Strategic Marketing
Every CEO and marketing executive periodically faces urgent strategic marketing challenges that can affect the future of the company for many years. Frequently these decisions are made without having an opportunity to study the situation and make the best possible decision. Making spur of the moment strategic decisions reduces the likelihood that these decisions are the best.

A better approach is to perform an annual comprehensive review of markets and opportunities, then make long-term strategic decisions without the distractions of day-to-day marketing and sales activities. Daily decisions then fit into the company's overall strategic marketing goals.

It's important for a strategic marketing planning process to look at the company from the customer's point of view by asking questions that have a long time horizon, such as:

  • What needs or problems cause customers to consider buying from our company?
  • What improvements in the customer's personal or business life can we enable or improve?
  • Which customer market segments are attracted to our company or products?
  • Which customer motivations or values lead people to decide to purchase our products?
  • What changes or trends in our customer base are affecting their general interest or attraction to products like ours?
Strategic vs. Tactical Marketing Plans
What makes a strategic marketing plan different from a more tactical marketing communications plan? The key difference is the focus on meshing overall customer situations with your overall company direction. For business-to-business marketers, this means combining industry sector segmentation and product use with other factors related to purchase decisions. These include the purchase criteria and decision motivations that affect large, enterprise size purchases.

For example, the trend toward increased use of outsourcing to both domestic and global vendors creates markets for those suppliers.

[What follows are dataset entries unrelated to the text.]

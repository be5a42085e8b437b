"use server";

import { revalidatePath } from "next/cache";

import { memberAction } from "@/lib/actions/member-action";
import { PATHS } from "@/lib/cache-tags";
import { changeMemberRole, inviteMember, removeMember } from "@/lib/members/member-commands";
import { settingsFromShown } from "@/lib/shop/settings-view";
import { readShopSettings, saveShopSettings } from "@/lib/shop/shop-commands";
import {
  InviteSchema,
  MemberRemoveSchema,
  MemberRoleSchema,
  ShopSettingsFormSchema,
} from "@/lib/validations/settings";

/** The settings form: typed in the viewer's units, saved canonical (a value left as shown kept). */
export const updateSettingsAction = memberAction(ShopSettingsFormSchema, async (m, input) => {
  const before = await readShopSettings(m);
  const after = await saveShopSettings(m, settingsFromShown(input, before));
  // A save that changes nothing writes nothing (not even `updatedAt`), and says so.
  if (JSON.stringify(after) === JSON.stringify(before))
    return { ok: true, message: "Nothing to save" };
  revalidatePath(PATHS.settings);
  return { ok: true, message: "Shop settings saved" };
});

export const inviteMemberAction = memberAction(InviteSchema, async (m, input) => {
  const { email } = await inviteMember(m, input);
  revalidatePath(PATHS.settings);
  return { ok: true, message: `Invitation sent to ${email}` };
});

export const changeRoleAction = memberAction(MemberRoleSchema, async (m, input) => {
  const { changed } = await changeMemberRole(m, input);
  revalidatePath(PATHS.settings);
  return { ok: true, message: changed ? "Role changed" : "No change" };
});

export const removeMemberAction = memberAction(MemberRemoveSchema, async (m, input) => {
  await removeMember(m, input);
  revalidatePath(PATHS.settings);
  return { ok: true, message: "Member removed" };
});
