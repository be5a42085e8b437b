import type { Metadata } from "next";
import { notFound } from "next/navigation";

import { NoticeToggle } from "@/components/operations/notice-toggle";
import { LocalTime } from "@/components/ui/local-time";
import { PageHeader } from "@/components/ui/status";
import { logoFacts } from "@/db/queries/logos";
import { isNoticeSubscriber } from "@/db/queries/mail-log";
import { listMembers, listPendingInvitations } from "@/db/queries/members";
import { unitSystemOf } from "@/db/queries/preferences";
import { getShopSettings } from "@/db/queries/shops";
import { requirePageMember } from "@/lib/auth/member";
import { can } from "@/lib/auth/permissions";
import { ASPIRATION_CLASS_LABELS, formatNumber, formatValue, FUEL_CLASS_LABELS } from "@/lib/calc";
import type { UnitSystem } from "@/lib/calc/units";
import { minorToPlain } from "@/lib/catalog/money";
import { isRole, ROLE_LABELS } from "@/lib/domain/roles";
import { shopBsfc } from "@/lib/dyno/log-analysis";
import { countryOptions } from "@/lib/format/phone";
import {
  settingsFormValues,
  shopSettingsView,
  type ShopSettingsView,
} from "@/lib/shop/settings-view";
import { limitsInForce } from "@/lib/tune/limits";

import { LogoUpload } from "./logo-upload";
import { InviteForm, MemberRow } from "./members";
import { SettingsForm } from "./settings-form";
import { ShopTuneLimits } from "./tune-limits";

export const metadata: Metadata = { title: "Settings" };

/** The settings as the form's text fields hold them, in the viewer's units (blank: the library's). */
function formValues(v: ShopSettingsView, units: UnitSystem): Record<string, string> {
  const out = settingsFormValues(v, units);
  out.labourRate = minorToPlain(Math.round(v.labourRate * 100));
  return out;
}

export default async function SettingsPage() {
  const m = await requirePageMember("settings:read");
  const s = await getShopSettings(m.shopId);
  if (!s) notFound();
  const owner = can(m.role, "members:manage");
  const tune = limitsInForce({ build: null, shop: s.settings.tuneLimits });
  const [members, invitations, logo, measured, units, notices] = await Promise.all([
    listMembers(m.shopId),
    owner ? listPendingInvitations(m.shopId) : Promise.resolve([]),
    logoFacts(m.shopId),
    shopBsfc(m.shopId),
    unitSystemOf(m.user.id, m.shopId),
    isNoticeSubscriber(m.shopId, m.user.id),
  ]);
  return (
    <>
      <PageHeader title="Settings" />
      <section
        aria-labelledby="my-notices"
        className="mb-8 rounded-lg border border-ink-200 bg-white p-5"
      >
        <h2 id="my-notices" className="mb-2 text-xl font-semibold">
          My notices
        </h2>
        <NoticeToggle on={notices} />
      </section>
      <div className="grid gap-8 xl:grid-cols-[1fr_26rem]">
        <section
          aria-labelledby="shop-defaults"
          className="rounded-lg border border-ink-200 bg-white p-5"
        >
          <h2 id="shop-defaults" className="text-xl font-semibold">
            Shop defaults
          </h2>
          {!can(m.role, "settings:update") ? (
            <p className="mt-1 text-sm text-ink-600">Only the owner can change these.</p>
          ) : null}
          <SettingsForm
            readOnly={!can(m.role, "settings:update")}
            initial={formValues(shopSettingsView(s.name, s.settings), units)}
            units={units}
            countries={countryOptions()}
          />
          <LogoUpload
            logo={
              logo
                ? {
                    width: logo.width,
                    height: logo.height,
                    version: logo.sha256.slice(0, 12),
                    uploadedAt: logo.uploadedAt.toISOString(),
                  }
                : null
            }
            canEdit={can(m.role, "settings:update")}
          />
        </section>
        <section
          aria-labelledby="members"
          className="rounded-lg border border-ink-200 bg-white p-5"
        >
          <h2 id="members" className="text-xl font-semibold">
            Members
          </h2>
          <ul className="mt-4 divide-y divide-ink-100">
            {members.map((x) => (
              <MemberRow
                key={x.id}
                member={{
                  id: x.id,
                  name: x.name,
                  email: x.email,
                  role: isRole(x.role) ? x.role : "customer",
                }}
                editable={owner && x.userId !== m.user.id}
              />
            ))}
          </ul>
          {owner ? (
            <>
              <h3 className="mt-6 text-lg font-semibold">Invite someone</h3>
              <InviteForm />
              <h3 className="mt-6 text-lg font-semibold">Pending invitations</h3>
              {invitations.length === 0 ? (
                <p className="mt-2 text-sm text-ink-600">None.</p>
              ) : (
                <ul className="mt-2 space-y-1 text-sm" aria-label="Pending invitations">
                  {invitations.map((i) => (
                    <li key={i.id}>
                      {i.email} — {isRole(i.role) ? ROLE_LABELS[i.role] : i.role}, until{" "}
                      <LocalTime value={i.expiresAt} kind="date" />
                    </li>
                  ))}
                </ul>
              )}
            </>
          ) : null}
        </section>
      </div>
      <section
        aria-labelledby="tune-limits"
        className="mt-8 rounded-lg border border-ink-200 bg-white p-5"
      >
        <h2 id="tune-limits" className="text-xl font-semibold">
          Tune limits
        </h2>
        <p className="mt-1 text-sm text-ink-600">
          What every build&apos;s dyno pulls are judged against unless the build sets its own:
          lambda against boost, injector duty, exhaust gas temperature and its spread between
          cylinders, exhaust-to-boost pressure, turbo speed.{" "}
          {tune.baseSource === "shop"
            ? "These are the shop's own."
            : "These are Fuelwright's defaults until the owner saves the shop's."}{" "}
          {!can(m.role, "settings:update") ? "Only the owner can change these." : ""}
        </p>
        <ShopTuneLimits
          units={units}
          limits={tune.limits}
          sources={tune.sources}
          source={tune.baseSource}
          canWrite={can(m.role, "settings:update")}
        />
      </section>
      <section
        aria-labelledby="measured-bsfc"
        className="mt-8 rounded-lg border border-ink-200 bg-white p-5"
      >
        <h2 id="measured-bsfc" className="text-xl font-semibold">
          Measured BSFC from verified builds
        </h2>
        <p className="mt-1 text-sm text-ink-600">
          Each build verified with a dyno log that logged power adds its figure here. Build sheets
          offer these beside the rule-of-thumb defaults above.
        </p>
        {measured.length === 0 ? (
          <p className="mt-3 text-sm text-ink-600">
            Nothing measured yet: verify a build on the dyno with power in the log.
          </p>
        ) : (
          <table className="mt-3 w-full text-sm">
            <thead className="text-left text-ink-600">
              <tr>
                <th scope="col" className="py-1">
                  Fuel
                </th>
                <th scope="col">Aspiration</th>
                <th scope="col" className="text-right">
                  Builds
                </th>
                <th scope="col" className="text-right">
                  Mean
                </th>
                <th scope="col" className="text-right">
                  Range
                </th>
                <th scope="col" className="text-right">
                  Rule of thumb
                </th>
              </tr>
            </thead>
            <tbody className="divide-y divide-ink-100">
              {measured.map((r) => {
                const rule =
                  r.fuel === "gasoline"
                    ? r.aspiration === "na"
                      ? s.settings.bsfcGasolineNa
                      : s.settings.bsfcGasolineBoosted
                    : r.fuel === "e85"
                      ? r.aspiration === "na"
                        ? s.settings.bsfcE85Na
                        : s.settings.bsfcE85Boosted
                      : null;
                return (
                  <tr key={`${r.fuel}/${r.aspiration}`}>
                    <td className="py-1.5">{FUEL_CLASS_LABELS[r.fuel]}</td>
                    <td>{ASPIRATION_CLASS_LABELS[r.aspiration]}</td>
                    <td className="figure text-right">{r.builds}</td>
                    <td className="figure text-right font-semibold">
                      {formatValue("bsfc", r.meanGPerKwh, units)}
                    </td>
                    <td className="figure text-right">
                      {formatNumber("bsfc", r.minGPerKwh, units)}–
                      {formatValue("bsfc", r.maxGPerKwh, units)}
                    </td>
                    <td className="figure text-right text-ink-600">
                      {rule === null ? "blend of the two" : formatValue("bsfc", rule, units)}
                    </td>
                  </tr>
                );
              })}
            </tbody>
          </table>
        )}
      </section>
    </>
  );
}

However, those vendors need to have a strategic marketing vision in order to see these new markets early enough to take advantage of the opportunity.

For consumer marketers, this means using geographic and demographic segmentation, as well as psychographic segmentation (i.e., values, attitudes, lifestyles), and product usage motivations.

For example, the aging population bubble creates a general increase in demand for a wide range of products. It also creates market niches that are large enough to make product development and marketing worthwhile.

The same shifts can also reduce demand for other products. These long term shifts in markets are frequently misinterpreted as short-term competitive pressures or fluctuations in the economy. Instead of increasing advertising or sales efforts, it might be better to abandon a declining market.

Without a strategic marketing plan a company could waste resources or miss an opportunity.

What's the cost of missing an opportunity? Of course, it's impossible to know at the time the opportunity is missed, but years later it will become clear when a competitor opens a new factory or enters a new market -- and their revenue grows faster than their competitors.

In other words, the annual cost of a strategic marketing plan review is miniscule compared to the revenue, market share, and profitability it can generate.